Eng in Zusammenhang damit steht seine Auffassung von der „unsichtbaren, praeexistenten Kirche", die verborgen in der sichtbaren lebt. Deshalb sah er auch die Einheit der Kirche nicht im Papsttum, sondern im „consensus gentium“.

 

Erasmus heute

 

Eine abschliessende Betrachtung widmete der Referent dem Nachleben des Erasmus und seinem Fortwirken in die Gegenwart. Dazu zählen beispielsweise die Entstehung der Toleranzidee und die Begründung des Völkerrechts im 17. Jahrhundert. Im Zeitraum von 1680-1720 legte die "Flüchtlingspublizistik" den Grund zur Freiheitsidee.

 

Für die heutige Zeit ist die erstaunliche Tatsache festzuhalten, dass die Laienwelt der spanisch- und portugiesischsprechenden Länder am meisten an Erasmus interessiert ist, was sich schon in der grossen Anzahl von Übersetzungen äussert .Auch in Osteuropa, zum Beispiel in Polen, wird Erasmus grosse Beachtung geschenkt.

 

Als die wichtigsten Punkte des Erasmischen Denkens gelten heute erstens die Idee des Friedens und der Kampf gegen den Krieg, zweitens die Verbundenheit aller Christen, die Ökumene und drittens der Erziehungsgedanke. Über allem aber steht die Wahrheit.

Der Friede in Staat, Leben und Religionssachen war Erasmus' Hauptanliegen. Seinen pädagogischen Gedanken der Liebe zum Kind, das in Freiheit erzogen sein will, hat die Gegenwart wenig Neues hinzuzufügen.

 

Erasmus' Schriften

 

Eine der grössten Leistungen des Erasmus war die Herausgabe des Neuen Testaments in griechischer Sprache, die zwar nach heutigen Massstäben flüchtig genannt werden muss. Luther benützte sie für seine Übersetzungen.

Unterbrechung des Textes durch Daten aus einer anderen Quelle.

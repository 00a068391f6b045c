package dev.sweepline.ground.report;

import java.nio.charset.StandardCharsets;
import java.util.ArrayList;
import java.util.Base64;
import java.util.List;

/**
 * A one-file HTML quick-look: sections of key/value tables, tables and PNG images embedded as base64
 * data URIs, inline CSS, no script and no network reference. The markup is well-formed XHTML (every
 * element closed, text escaped), so that an XML parser can check it.
 */
public final class QuickLookReport {
    private static final String CSS = "body{font-family:sans-serif;margin:24px;color:#222;max-width:1150px}"
            + "h1{font-size:22px}h2{font-size:17px;border-bottom:1px solid #ccc;padding-bottom:2px;margin-top:28px}"
            + "table{border-collapse:collapse;margin:6px 0}td,th{border:1px solid #ccc;padding:3px 8px;"
            + "text-align:left;font-size:13px}th{background:#eef}.ok{color:#070}.over{color:#b00;font-weight:bold}"
            + "img{max-width:100%;border:1px solid #ddd;margin:6px 0}p.caption{font-size:12px;color:#555}";

    private final String title;
    private final List<String> body = new ArrayList<>();
    private int refreshSeconds;

    /** A report with this title. */
    public QuickLookReport(String title) {
        this.title = title;
    }

    /** Escapes text for XHTML. */
    public static String escape(String s) {
        StringBuilder b = new StringBuilder(s.length());
        for (char c : s.toCharArray()) {
            switch (c) {
                case '&' -> b.append("&amp;");
                case '<' -> b.append("&lt;");
                case '>' -> b.append("&gt;");
                case '"' -> b.append("&quot;");
                case '\'' -> b.append("&#39;");
                default -> b.append(c < 0x20 && c != '\n' && c != '\t' ? ' ' : c);
            }
        }
        return b.toString();
    }

    /**
     * Asks the browser to reload the page every {@code seconds} (an HTML meta refresh, no script); 0 or
     * less: never (the default).
     */
    public QuickLookReport refreshEvery(int seconds) {
        refreshSeconds = Math.max(0, seconds);
        return this;
    }

    /** A section heading. */
    public QuickLookReport heading(String text) {
        body.add("<h2>" + escape(text) + "</h2>");
        return this;
    }

    /** A paragraph; {@code cssClass} may be null. */
    public QuickLookReport paragraph(String text, String cssClass) {
        body.add((cssClass == null ? "<p>" : "<p class=\"" + escape(cssClass) + "\">") + escape(text) + "</p>");
        return this;
    }

    /** A table with a header row. */
    public QuickLookReport table(List<String> header, List<List<String>> rows) {
        StringBuilder b = new StringBuilder("<table><tr>");
        for (String h : header) {
            b.append("<th>").append(escape(h)).append("</th>");
        }
        b.append("</tr>");
        for (List<String> r : rows) {
            b.append("<tr>");
            for (String c : r) {
                b.append("<td>").append(escape(c)).append("</td>");
            }
            b.append("</tr>");
        }
        body.add(b.append("</table>").toString());
        return this;
    }

    /** A PNG embedded as a data URI, with a caption. */
    public QuickLookReport image(String alt, byte[] png, String caption) {
        body.add("<div><img alt=\"" + escape(alt) + "\" src=\"data:image/png;base64,"
                + Base64.getEncoder().encodeToString(png) + "\" /><p class=\"caption\">" + escape(caption) + "</p></div>");
        return this;
    }

    /**
     * {@code document} (a report of this class, UTF-8) with the sections of {@code more} added at its end,
     * before {@code </body>}: a caller's own sections on the ground's report (the bench's truth comparison).
     *
     * @throws IllegalArgumentException when {@code document} has no {@code </body>}
     */
    public static byte[] withSections(byte[] document, QuickLookReport more) {
        String text = new String(document, StandardCharsets.UTF_8);
        int end = text.lastIndexOf("</body>");
        if (end < 0) {
            throw new IllegalArgumentException("not a quick-look report: no </body>");
        }
        StringBuilder b = new StringBuilder(text.substring(0, end));
        for (String s : more.body) {
            b.append(s).append('\n');
        }
        return b.append(text.substring(end)).toString().getBytes(StandardCharsets.UTF_8);
    }

    /** The document, UTF-8. */
    public byte[] toBytes() {
        StringBuilder b = new StringBuilder();
        b.append("<!DOCTYPE html>\n<html xmlns=\"http://www.w3.org/1999/xhtml\" lang=\"en\">\n<head>\n")
                .append("<meta charset=\"utf-8\" />\n")
                .append(refreshSeconds > 0 ? "<meta http-equiv=\"refresh\" content=\"" + refreshSeconds + "\" />\n" : "")
                .append("<title>").append(escape(title)).append("</title>\n")
                .append("<style>").append(CSS).append("</style>\n</head>\n<body>\n<h1>").append(escape(title))
                .append("</h1>\n");
        for (String s : body) {
            b.append(s).append('\n');
        }
        b.append("</body>\n</html>\n");
        return b.toString().getBytes(StandardCharsets.UTF_8);
    }
}
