package dev.sweepline.ground.cli;

import picocli.CommandLine;
import picocli.CommandLine.Command;

/**
 * Command-line entry point of the ground decoder jar: {@code decode FILE --out DIR},
 * {@code inspect FILE} and {@code instruments}. Exit status: 0 when the input was read (bad frames
 * included), 2 for an unreadable
 * input or bad usage, 1 when the products cannot be written.
 */
@Command(name = "sweepline-ground", mixinStandardHelpOptions = true, version = "sweepline-ground 0.1.0",
        description = "Decodes TM frames of the telemetry ICD into spectra and reports.",
        subcommands = {DecodeCommand.class, InspectCommand.class, InstrumentsCommand.class})
public final class GroundMain implements Runnable {
    @CommandLine.Spec
    CommandLine.Model.CommandSpec spec;

    /** Runs the command line and exits with its status. */
    public static void main(String[] args) {
        System.exit(run(args));
    }

    /** Runs the command line and returns its exit status (for tests). */
    public static int run(String... args) {
        return new CommandLine(new GroundMain()).execute(args);
    }

    /** Without a subcommand: print usage. */
    @Override
    public void run() {
        spec.commandLine().usage(spec.commandLine().getOut());
    }
}
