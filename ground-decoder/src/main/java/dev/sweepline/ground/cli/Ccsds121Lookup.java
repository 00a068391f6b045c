package dev.sweepline.ground.cli;

import dev.sweepline.ground.spectrum.QuadrantDecompressor;
import java.util.ServiceLoader;

/**
 * Finds the CCSDS 121 quadrant decoder: the first {@link QuadrantDecompressor} registered under
 * {@code META-INF/services}, else {@link QuadrantDecompressor#UNAVAILABLE}. The CCSDS 121 decoder is
 * built separately and plugged in this way.
 */
final class Ccsds121Lookup {
    private Ccsds121Lookup() {
    }

    static QuadrantDecompressor find() {
        for (QuadrantDecompressor d : ServiceLoader.load(QuadrantDecompressor.class)) {
            return d;
        }
        return QuadrantDecompressor.UNAVAILABLE;
    }
}
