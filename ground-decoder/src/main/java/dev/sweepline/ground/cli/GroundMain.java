package dev.sweepline.ground.cli;

import picocli.CommandLine;
import picocli.CommandLine.Command;

/**
 * Command-line entry point of the ground decoder jar: {@code decode FILE --out DIR},
 * {@code inspect FILE}, {@code instruments} and {@code help}. Exit status ({@link ExitCodes}, listed in
 * every command's help): 0 when the input was read (bad frames included), 2 for bad usage, 4 for an
 * unreadable input, 5 when the products cannot be written; every error is one line on stderr.
 */
@Command(name = "sweepline-ground", mixinStandardHelpOptions = true, versionProvider = GroundMain.Version.class,
        description = "Decodes TM frames of the telemetry ICD into spectra and reports.",
        subcommands = {DecodeCommand.class, InspectCommand.class, InstrumentsCommand.class,
            CommandLine.HelpCommand.class})
public final class GroundMain implements Runnable {
    @CommandLine.Spec
    CommandLine.Model.CommandSpec spec;

    /** Runs the command line and exits with its status. */
    public static void main(String[] args) {
        System.exit(run(args));
    }

    /** Runs the command line and returns its exit status (for tests). */
    public static int run(String... args) {
        return commandLine().execute(args);
    }

    /** The command line with its one-line error handlers and exit-status lists (for tests that capture its output). */
    public static CommandLine commandLine() {
        CommandLine cl = new CommandLine(new GroundMain());
        cl.setParameterExceptionHandler((e, args) -> {
            e.getCommandLine().getErr().println(e.getCommandLine().getCommandSpec().qualifiedName() + ": "
                    + e.getMessage() + " (see --help)");
            e.getCommandLine().getErr().flush();
            return ExitCodes.USAGE;
        });
        cl.setExecutionExceptionHandler((e, failed, parsed) -> {
            String where = failed.getCommandSpec().qualifiedName() + ": ";
            int status = e instanceof GroundFailure g ? g.status() : ExitCodes.FAILED;
            failed.getErr().println(where + (e instanceof GroundFailure ? e.getMessage() : "unexpected error: " + e));
            failed.getErr().flush();
            return status;
        });
        listStatuses(cl);
        return cl;
    }

    private static void listStatuses(CommandLine cl) {
        cl.getCommandSpec().usageMessage().exitCodeListHeading("Exit status:%n").exitCodeList(ExitCodes.helpList());
        cl.getSubcommands().values().forEach(GroundMain::listStatuses);
    }

    /** The version line: the Maven build's project version (version.properties, filtered by the build). */
    static final class Version implements CommandLine.IVersionProvider {
        @Override
        public String[] getVersion() throws java.io.IOException {
            java.util.Properties p = new java.util.Properties();
            try (java.io.InputStream in = GroundMain.class.getResourceAsStream("version.properties")) {
                if (in != null) {
                    p.load(in);
                }
            }
            return new String[] {"sweepline-ground " + p.getProperty("version", "unknown")};
        }
    }

    /** Without a subcommand: print usage. */
    @Override
    public void run() {
        spec.commandLine().usage(spec.commandLine().getOut());
    }
}
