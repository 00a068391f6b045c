package dev.sweepline.ground.cli;

/** A command's failure as the one line the user sees (what and where) and its {@link ExitCodes} status. */
final class GroundFailure extends RuntimeException {
    private static final long serialVersionUID = 1L;
    private final int status;

    GroundFailure(int status, String message) {
        super(message, null, false, false);
        this.status = status;
    }

    int status() {
        return status;
    }
}
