package dev.sweepline.ground.cli;

import dev.sweepline.ground.decode.DecoderConfig;
import dev.sweepline.ground.product.GroundSession;
import dev.sweepline.ground.product.ReportAdditions;
import dev.sweepline.ground.spectrum.WindowCatalogue;
import java.io.IOException;
import java.io.PrintWriter;
import java.nio.file.Files;
import java.nio.file.Path;
import java.util.List;
import java.util.OptionalDouble;
import picocli.CommandLine;

/** {@code decode --follow}: the checks of the options, then {@link FollowLoop} over the named source. */
final class FollowCommand {
    private FollowCommand() {
    }

    static int follow(String input, Path out, List<Path> tables, Double allocation, StreamOptions options,
            CommandLine cl) {
        PrintWriter err = cl.getErr();
        if (!FollowLoop.isTcp(input) && (!Files.isReadable(Path.of(input)) || Files.isDirectory(Path.of(input)))) {
            err.println("cannot read " + input);
            return ExitCodes.UNREADABLE_INPUT;
        }
        DecoderConfig config = options.configOrNull(err);
        if (config == null) {
            return ExitCodes.UNREADABLE_INPUT;
        }
        WindowCatalogue windows = new WindowCatalogue();
        try {
            for (Path t : tables) {
                if (windows.add(Files.readAllBytes(t)) < 0) {
                    err.println(t + ": not an intact table image");
                    return ExitCodes.UNREADABLE_INPUT;
                }
            }
        } catch (IOException e) {
            err.println("cannot read the table image: " + e.getMessage());
            return ExitCodes.UNREADABLE_INPUT;
        }
        FollowLoop.Source source;
        try {
            source = FollowLoop.open(input);
        } catch (IOException | IllegalArgumentException e) {
            err.println("cannot open " + input + ": " + e.getMessage());
            return ExitCodes.UNREADABLE_INPUT;
        }
        try (source; GroundSession session = new GroundSession(input, out,
                allocation == null ? OptionalDouble.empty() : OptionalDouble.of(allocation), config, windows,
                ReportAdditions.NONE)) {
            cl.getOut().println("following " + input + " into " + out.resolve("report.html") + " (Ctrl-C to stop)");
            cl.getOut().flush();
            FollowLoop.run(source, session, () -> Thread.currentThread().isInterrupted(), cl.getOut());
            cl.getOut().printf("stream ended: %d octets, %d spectra -> %s%n", session.octets(), session.spectra(), out);
            return ExitCodes.OK;
        } catch (IOException e) {
            err.println("cannot write the products: " + e.getMessage());
            return ExitCodes.OUTPUT_FAILED;
        } catch (InterruptedException e) {
            Thread.currentThread().interrupt();
            return ExitCodes.OK;
        }
    }
}
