package dev.sweepline.ground.cli;

import dev.sweepline.ground.instrument.DefaultWindowTable;
import dev.sweepline.ground.instrument.GroundInstrument;
import dev.sweepline.ground.instrument.InstrumentSet;
import java.io.PrintWriter;
import java.math.BigDecimal;
import java.math.MathContext;
import java.util.ArrayList;
import java.util.List;
import java.util.concurrent.Callable;
import picocli.CommandLine.Command;
import picocli.CommandLine.Spec;
import picocli.CommandLine.Model.CommandSpec;

/** {@code instruments}: the built-in instrument descriptions, one line each. */
@Command(name = "instruments", mixinStandardHelpOptions = true,
        description = "Lists the built-in instrument descriptions: name, id, windows of the default table and "
                + "their nominal voltage range, the modulator's rating, ADC bits and the gain ranges' full scales.")
final class InstrumentsCommand implements Callable<Integer> {
    @Spec
    CommandSpec spec;

    @Override
    public Integer call() {
        PrintWriter out = spec.commandLine().getOut();
        out.printf("%-12s %5s %7s  %-17s %9s %8s  %s%n", "name", "id", "windows", "table (V)", "rating", "ADC bits",
                "ranges (full scale)");
        for (GroundInstrument i : InstrumentSet.builtIns().all()) {
            DefaultWindowTable t = i.windows();
            out.printf("%-12s %5d %7d  %-17s %7.0f V %8d  %s%n", i.name(), i.id(), t.windows(),
                    volts(t.tableVolts(0)) + "-" + volts(t.tableVolts(t.windows())), i.modulator().maxVolts(),
                    i.sampleBits(), ranges(i));
        }
        out.flush();
        return ExitCodes.OK;
    }

    private static String volts(double v) {
        return new BigDecimal(v).round(new MathContext(6)).stripTrailingZeros().toPlainString();
    }

    /** "3: 40 pA, 1.28 nA, 40.96 nA". */
    static String ranges(GroundInstrument i) {
        List<String> fs = new ArrayList<>();
        for (int r = 0; r < i.gains().ranges(); r++) {
            fs.add(amps(i.gains().fullScaleAmps(r)));
        }
        return i.gains().ranges() + ": " + String.join(", ", fs);
    }

    private static String amps(double a) {
        String[] units = {"pA", "nA", "uA", "mA"};
        double v = a * 1e12;
        int u = 0;
        while (v >= 1000 && u < units.length - 1) {
            v /= 1000;
            u++;
        }
        return new BigDecimal(v).round(new MathContext(4)).stripTrailingZeros().toPlainString() + " " + units[u];
    }
}
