package dev.sweepline.ground.cli;

import dev.sweepline.ground.decode.DecoderConfig;
import dev.sweepline.ground.frame.FrameConstants;
import dev.sweepline.ground.frame.FrameSynchroniser;
import dev.sweepline.ground.instrument.InstrumentFileException;
import dev.sweepline.ground.instrument.InstrumentSet;
import java.io.PrintWriter;
import java.util.ArrayList;
import java.util.List;
import picocli.CommandLine.Option;

/** Options shared by the commands: frame length, spacecraft id and the instrument descriptions. */
final class StreamOptions {
    @Option(names = "--frame-length", defaultValue = "auto", paramLabel = "OCTETS|auto",
            description = "Frame length L in octets (128..2048, ICD §1), or auto to detect it "
                    + "(falling back to 1024). Default: ${DEFAULT-VALUE}.")
    String frameLength;

    @Option(names = "--scid", defaultValue = "0x2C5", paramLabel = "ID",
            description = "Spacecraft id the frames must carry (ICD §1). Default: ${DEFAULT-VALUE}.")
    String scid;

    @Option(names = "--instrument", paramLabel = "NAME|FILE",
            description = "An instrument description: a built-in name (see 'instruments') or a description file "
                    + "(FORMAT.md; a built-in name wins, write ./NAME for a file of that name); repeatable. "
                    + "Default: every built-in.")
    List<String> instruments = new ArrayList<>();

    /**
     * The configuration the options give, or null after writing to {@code err} why there is none (a broken
     * or missing description, two descriptions of one id, a bad frame length).
     */
    DecoderConfig configOrNull(PrintWriter err) {
        try {
            return config();
        } catch (InstrumentFileException | IllegalArgumentException e) {
            err.println(e.getMessage());
            return null;
        }
    }

    /**
     * The configuration the options give.
     *
     * @throws dev.sweepline.ground.instrument.InstrumentFileException for a broken description
     * @throws IllegalArgumentException for a bad frame length or two descriptions of one id
     */
    DecoderConfig config() {
        int l = "auto".equalsIgnoreCase(frameLength) ? FrameSynchroniser.AUTO_LENGTH : Integer.decode(frameLength);
        if (l != FrameSynchroniser.AUTO_LENGTH
                && (l < FrameConstants.MIN_FRAME_OCTETS || l > FrameConstants.MAX_FRAME_OCTETS)) {
            throw new IllegalArgumentException("--frame-length must be 128..2048 or auto: " + frameLength);
        }
        return new DecoderConfig(l, Integer.decode(scid), InstrumentSet.resolve(instruments));
    }
}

Weitaus die verbreitetste Lektüre finden heute die "Colloquia" - eine Reihe von Friedensschriften, die sich durch sein ganzes Leben hindurchzieht - und das "Lob der Torheit". Letzteres vor allem - wie Prof. Kaegi ausführte - weil die Wahrheit sich nicht immer hinter den Stirnfalten eines Theologen verbirgt, sondern oft in den Spässen eines Till Eulenspiegels.

 

Eine Anzahl von Tänzen Pierre Attaingnants, auf alten Renaissanceflöten gespielt, beschloss diese schlichte Gedenkfeier.